In the field of Emergency Management, there is a continuous cycle of activity that consists of four phases: preparedness, response, recovery, and mitigation. When effectively followed, the Emergency Management cycle ensures that long and short term goals are set to reduce the potential damage and loss associated with emergency situations. In our daily lives, we don’t just accept having a fire department or ambulance within response distance as adequate protection. We have fire alarms, protective laws, regulations and protocols, weather forecasts, practice drills and demonstrations, earthquake early alert systems, hurricane and earthquake proofing. We don’t just respond to disasters - we actively work to prevent, prepare for, and mitigate them.
So why should we treat epidemics any different?
Simply put, in the globalized and highly interconnected world of today, the threat of epidemic anywhere is a threat of epidemic everywhere. With the increased ease and occurrence of international travel and export, diseases no longer stop at country or even continent borders. Thus, no nation can afford to ignore these threats. But response alone is not enough. It is an extremely important aspect of humanities fight against infectious disease, and no one can doubt the bravery and resolve of first responders like those who came to the aid of those affected by Ebola. However, it is a decidedly short term and reactive aspect and only one portion of the whole strategy set forth by the Global Health Security Agenda (GHSA) which seeks to prevent and detect, as well as respond to, disease.
In many of the big name cases of outbreak, such as Ebola or MERS, lackluster or slow initial response is often the focal point of attention. But underlying issues such as weak health systems, insufficient health workforces, bio-surveillance and reporting networks, and lack of public health laboratories as well as poor coordination and planning are often large, if not larger, factors.
The GHSA provides a framework and clear benchmarks with which to strengthen public health systems. These include “a national biosecurity system that ensures that especially dangerous pathogens are secured with biosafety and biosecurity best practices in place, a nationwide laboratory network with a specimen referral system reaching at least 80% of its population and with effective modern diagnostics in place to detect epidemic-prone diseases, a timely biosurveillance electronic reporting system meeting WHO, OIE, and FAO requirements, a dedicated workforce of medical and public health professionals including at least one trained field epidemiologist per 200 000 population, and a public health emergency operations center with the capacity to coordinate an effective emergency response within 120 min.” However, the world is still struggling to meet the requirements of the WHO’s even older International Health Regulations (IHR), the most recently revised version of which came into effect in 2007. As of March 2013, only 42 of 194 reporting states indicated to the WHO that they had achieved the core requirements of the International Health Regulations. 110 countries requested an extension and 42 countries did not report compliance or request an extension, suggesting that approximately 80% of the world’s countries have not met their obligations to implement the IHR.
This is why capacity building is so important to global health security. Effective prevention and detection measures mitigate the frequency and severity of outbreaks and are important to subsequent response measures. In the case of Ebola, one can clearly see just how important preexisting systems are. Between weak health and surveillance systems and lacking diagnostic capabilities, the three most affected countries were much less prepared to detect, and therefore respond, to the emergence of the virus. A lack of diagnostic laboratories necessitated that blood samples be sent to France, Germany, and Senegal for diagnosis, causing a delay in action. An already late response was then worsened by the lack of experience with Ebola and scarce health workforce. Thus, a large amount of international support was necessary to contain the epidemic that so far has led to over 27,000 cases and 11,000 deaths in Liberia, Guinea, and Sierra Leone.
In comparison, Nigeria only had a total of 19 cases and 7 deaths. The difference? Nigeria had a dedicated public health emergency operations center, a large cohort of epidemiologists, trained ministry of health staff, existing surveillance systems, and diagnostic laboratories, much of which existed due to earlier concentrated efforts to eradicate polio. The most effective responses stem from resilient systems that are already in place and can be scaled up in an emergency.

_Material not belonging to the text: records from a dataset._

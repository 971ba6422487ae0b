import { Readable } from 'node:stream';
import { pipeline } from 'node:stream/promises';
import type { Pool, PoolClient } from 'pg';
import { from as copyFrom } from 'pg-copy-streams';
import type { Rejection } from '../lib/telemetry/parsePayload';
import { STREAMS, type Stream, type TelemetryRecord } from '../lib/telemetry/schemas';
import { tableSpecs } from '../lib/telemetry/tables';
import { recordBatch, type RecordBatch } from './recordBatch';

export type { RecordBatch } from './recordBatch';

/** Records not rendered yet: what tests and benchmarks that load data through the writer hand it. */
export interface RecordList {
  stream: Stream;
  vesselId: number;
  records: TelemetryRecord[Stream][];
}

/** A rejection on its way to the quarantine table. */
export interface Quarantined extends Rejection {
  topic: string;
  vesselKey?: string;
  stream?: string;
}

/** What one MQTT message contributes to a flush. */
export interface PreparedMessage {
  topic: string;
  /** The ingest worker renders its records when it reads them; a plain list is rendered at the flush. */
  batch?: RecordBatch | RecordList;
  rejected: Quarantined[];
}

/** The batch rendered (a plain record list is rendered now). */
export function rendered(batch: RecordBatch | RecordList): RecordBatch {
  return 'copy' in batch ? batch : recordBatch(batch.stream, batch.vesselId, batch.records, () => batch.records);
}

/** Table rows a batch becomes: one per record, or one per unit for per-unit streams. */
export function rowsIn(batch: RecordBatch | RecordList | undefined): number {
  return batch ? rendered(batch).rows : 0;
}

export interface StreamResult {
  /** Rows stored (one per unit for per-unit streams). */
  inserted: number;
  /** Rows whose key was already stored: the first copy wins. */
  duplicates: number;
}

export interface WriteResult extends StreamResult {
  quarantined: number;
  byStream: Partial<Record<Stream, StreamResult>>;
}

/** Quarantined payloads are cut to this many characters (docs/telemetry.md). */
export const QUARANTINE_PAYLOAD_CHARS = 65_536;

const stagingReady = new WeakSet<PoolClient>();

/**
 * One temporary staging table per time-series table, per connection, emptied
 * at every commit. COPY fills it; one INSERT … ON CONFLICT DO NOTHING moves
 * the rows whose keys are new.
 */
async function ensureStaging(client: PoolClient): Promise<void> {
  if (stagingReady.has(client)) return;
  for (const stream of STREAMS) {
    const { table } = tableSpecs[stream];
    await client.query(`CREATE TEMP TABLE IF NOT EXISTS stage_${table} (LIKE ${table}) ON COMMIT DELETE ROWS`);
  }
  stagingReady.add(client);
}

/** COPY data goes out in chunks of about this many bytes: one stream write per message costs more than the COPY itself. */
const COPY_CHUNK_BYTES = 256 * 1024;

/**
 * Open `count` connections and give each its staging tables now, so that
 * the first flushes after a start do not wait for it (creating them took
 * the first flushes of a worker 0.5–1 s). Connections idle for long are
 * closed by the pool; a flush on a new one prepares it itself.
 */
export async function prepareConnections(pool: Pool, count: number): Promise<void> {
  const clients = await Promise.all(Array.from({ length: count }, () => pool.connect()));
  try {
    await Promise.all(clients.map((client) => ensureStaging(client)));
  } finally {
    for (const client of clients) client.release();
  }
}

async function copyRows(client: PoolClient, table: string, columns: readonly string[], texts: Buffer[]) {
  const chunks = function* () {
    let chunk: Buffer[] = [];
    let bytes = 0;
    for (const text of texts) {
      chunk.push(text);
      bytes += text.length;
      if (bytes >= COPY_CHUNK_BYTES) {
        yield Buffer.concat(chunk, bytes);
        chunk = [];
        bytes = 0;
      }
    }
    if (bytes > 0) yield Buffer.concat(chunk, bytes);
  };
  await pipeline(Readable.from(chunks()), client.query(copyFrom(`COPY stage_${table} (${columns.join(', ')}) FROM STDIN`)));
}

/** Move the staged rows whose keys are new; the first stored copy of a key wins. */
const moveSql = (table: string) => `INSERT INTO ${table} SELECT * FROM stage_${table} ON CONFLICT DO NOTHING`;

/**
 * Mark the (vessel, fleet day) of every staged row dirty — duplicates too:
 * recomputing a day costs less than finding out, row by row, which were new.
 * One statement per flush, keys in one fixed order, so two flushes running at
 * once wait for each other instead of deadlocking; a mark that exists already
 * is left as it is.
 */
const markSql = (tables: string[]) => `
  INSERT INTO dirty_day (vessel_id, day)
  SELECT DISTINCT vessel_id, (t AT TIME ZONE $1)::date
    FROM (${tables.map((table) => `SELECT vessel_id, t FROM stage_${table}`).join(' UNION ALL ')}) AS staged
  ORDER BY 1, 2
  ON CONFLICT (vessel_id, day) DO NOTHING`;

/**
 * Months (UTC) already known to have a partition, per table. Call
 * `forgetKnownPartitions()` when a write transaction rolls back: a partition
 * created inside it is gone again.
 */
const knownMonths = new Set<string>();

export function forgetKnownPartitions(): void {
  knownMonths.clear();
}

async function ensurePartitions(client: PoolClient, table: string, times: string[]) {
  const months = new Map<string, string>();
  for (const t of times) {
    const month = t.slice(0, 7);
    if (!knownMonths.has(`${table}:${month}`)) months.set(month, t);
  }
  for (const [month, t] of months) {
    await client.query('SELECT holdfast_ensure_partitions($1, $2, $2)', [table, t]);
    knownMonths.add(`${table}:${month}`);
  }
}

async function writeQuarantine(client: PoolClient, rejected: Quarantined[]) {
  if (rejected.length === 0) return;
  const text = (r: Quarantined) =>
    (typeof r.payload === 'string' ? r.payload : (JSON.stringify(r.payload) ?? String(r.payload))).slice(0, QUARANTINE_PAYLOAD_CHARS);
  await client.query(
    `INSERT INTO quarantine (topic, vessel_key, stream, reason, detail, payload)
     SELECT * FROM unnest($1::text[], $2::text[], $3::text[], $4::text[], $5::text[], $6::text[])`,
    [
      rejected.map((r) => r.topic),
      rejected.map((r) => r.vesselKey ?? null),
      rejected.map((r) => r.stream ?? null),
      rejected.map((r) => r.reason),
      rejected.map((r) => r.detail),
      rejected.map(text),
    ],
  );
}

/**
 * Store the messages in the caller's transaction: their rows (duplicates
 * skipped by the primary keys), their rejections, and a dirty mark for the
 * (vessel, fleet day) of every row received — late data included.
 */
export async function writeMessages(client: PoolClient, messages: PreparedMessage[], fleetTimeZone: string): Promise<WriteResult> {
  await ensureStaging(client);
  const byStream = new Map<Stream, { texts: Buffer[]; rows: number; months: string[] }>();
  const rejected: Quarantined[] = [];
  for (const message of messages) {
    for (const r of message.rejected) rejected.push(r);
    const batch = message.batch && rendered(message.batch);
    if (!batch || batch.rows === 0) continue;
    let staged = byStream.get(batch.stream);
    if (!staged) byStream.set(batch.stream, (staged = { texts: [], rows: 0, months: [] }));
    staged.texts.push(batch.copy);
    staged.rows += batch.rows;
    for (const t of batch.months) staged.months.push(t);
  }

  const result: WriteResult = { inserted: 0, duplicates: 0, quarantined: rejected.length, byStream: {} };
  for (const [stream, staged] of byStream) {
    const { table, columns } = tableSpecs[stream];
    await ensurePartitions(client, table, staged.months);
    await copyRows(client, table, columns, staged.texts);
  }
  if (byStream.size > 0) await client.query(markSql([...byStream.keys()].map((stream) => tableSpecs[stream].table)), [fleetTimeZone]);
  for (const [stream, { rows }] of byStream) {
    const inserted = (await client.query(moveSql(tableSpecs[stream].table))).rowCount ?? 0;
    result.byStream[stream] = { inserted, duplicates: rows - inserted };
    result.inserted += inserted;
    result.duplicates += rows - inserted;
  }
  await writeQuarantine(client, rejected);
  return result;
}

/** `writeMessages` in a transaction of its own, on a connection from `pool`. */
export async function writeInTransaction(pool: Pool, messages: PreparedMessage[], fleetTimeZone: string): Promise<WriteResult> {
  const client = await pool.connect();
  try {
    await client.query('BEGIN');
    const result = await writeMessages(client, messages, fleetTimeZone);
    await client.query('COMMIT');
    return result;
  } catch (error) {
    await client.query('ROLLBACK').catch(() => {});
    // Whatever the transaction created is gone again: staging tables, partitions.
    stagingReady.delete(client);
    forgetKnownPartitions();
    throw error;
  } finally {
    client.release();
  }
}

The GHSA is an opportunity to approach the truly international problem of global health security proactively and collaboratively through capacity building instead of simply waiting for the next crisis in a global game of viral whack-a-mole. CRDF global has engaged with countries all over the globe on a personal level through trainings, workshops, conferences, and fellowships as well as projects including national surveillance system enhancement, founding biosecurity associations, and assisting with public health laboratories, institutes, and emergency operation centers. Increasing local capacity leads to sustainable, long term solutions. The individuals that are empowered and the institutions that are created or improved allow for sustained operations and efficacy even after the donor or trainer leaves. These champions of public health then can continue to pass on knowledge, creating splash effects of impact that radiate from those that were originally aided. They also bring local knowledge and cultural competency that outside agents may not have as well as the proximity necessary to prevent, detect and respond to crisis with the required speed that no international player could provide.
Responding to epidemics may save lives, but teaching others how to prevent, detect, and respond to them will save many, many more.